Delia sat perplexed. Of all unforeseen complications this was surely the least imaginable. And with all the acquired Ralston that was in her she could not help seeing the force of Joe’s objection, could almost find herself agreeing with him. No one in New York had forgotten the death of the poor Henry van der Luydens’ only child, who had caught small-pox at the circus to which an unprincipled nurse had surreptitiously taken him. After such a warning as that, parents felt justified in every precaution against contagion. And poor people were so ignorant and careless, and their children, of course, so perpetually exposed to everything catching. No, Joe Ralston was certainly right, and Charlotte almost insanely unreasonable. But it would be useless to tell her so now. Instinctively, Delia temporized.

“After all,” she whispered to the prone ear, “if it’s only after you have children—you may not have any—for some time.”

“Oh, yes, I shall!” came back in anguish from the cushions.
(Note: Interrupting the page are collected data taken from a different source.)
// `npm run serve` : the production server (scripts/lib/http-server.ts) on the production build.
// Refuses to start in production without a long SESSION_SECRET and an APP_URL. PORT (3000) and
// HOST (all addresses) say where it listens; TRUST_PROXY=1 behind a load balancer.
import "./lib/production-mode";
import path from "node:path";
import { pathToFileURL } from "node:url";
import type { ServerBuild } from "react-router";
import { productionConfigProblems } from "../app/.server/config.server";
import { logger } from "../app/.server/log.server";
import { createHttpServer } from "./lib/http-server";
import { projectRoot } from "./lib/postgres";

const problems = productionConfigProblems();
if (problems.length) {
  console.error(`Ratebook refuses to start in production:\n- ${problems.join("\n- ")}`);
  process.exit(1);
}

const buildFile = path.resolve(projectRoot, process.argv[2] ?? "build/server/index.js");
const build = (await import(pathToFileURL(buildFile).href)) as ServerBuild;
const port = Number(process.env.PORT ?? 3000);
const host = process.env.HOST || undefined;
const server = createHttpServer({
  build,
  clientDir: path.join(path.dirname(buildFile), "..", "client"),
  publicUrl: process.env.APP_URL ?? null,
  trustProxy: process.env.TRUST_PROXY === "1",
});
server.listen(port, host, () => {
  logger.info({ port, host: host ?? "all", appUrl: process.env.APP_URL ?? null }, `listening on http://${host ?? "localhost"}:${port}`);
});
let stopping = false;
for (const sig of ["SIGINT", "SIGTERM"] as const) {
  process.on(sig, () => {
    if (stopping) return;
    stopping = true;
    // finish answers in flight, then go (a load balancer has stopped sending by then)
    server.close(() => process.exit(0));
    server.closeIdleConnections();
    setTimeout(() => process.exit(0), 10_000).unref();
  });
}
Delia smiled with matronly superiority. “Really, Chatty, I don’t quite see how you can know. You don’t understand.”

Charlotte Lovell lifted herself up. Her collar of Brussels lace had come undone and hung in a wisp on her crumpled bodice, and through the disorder of her hair the white lock glimmered haggardly. In her pale brown eyes the little green specks floated like leaves in a trout-pool.

“Poor girl,” Delia thought, “how old and ugly she looks! More than ever like an old maid; and she doesn’t seem to realize in the least that she’ll never have another chance.”

“You must try to be sensible, Chatty dear. After all, one’s own babies have the first claim.”

“That’s just it.” The girl seized her fiercely by the wrists. “How can I give up my own baby?”

“Your—your—?” Delia’s world again began to waver under her. “Which of the poor little waifs, dearest, do you call your own baby?” she questioned patiently.

Charlotte looked her straight in the eyes. “I call my own baby my own baby.”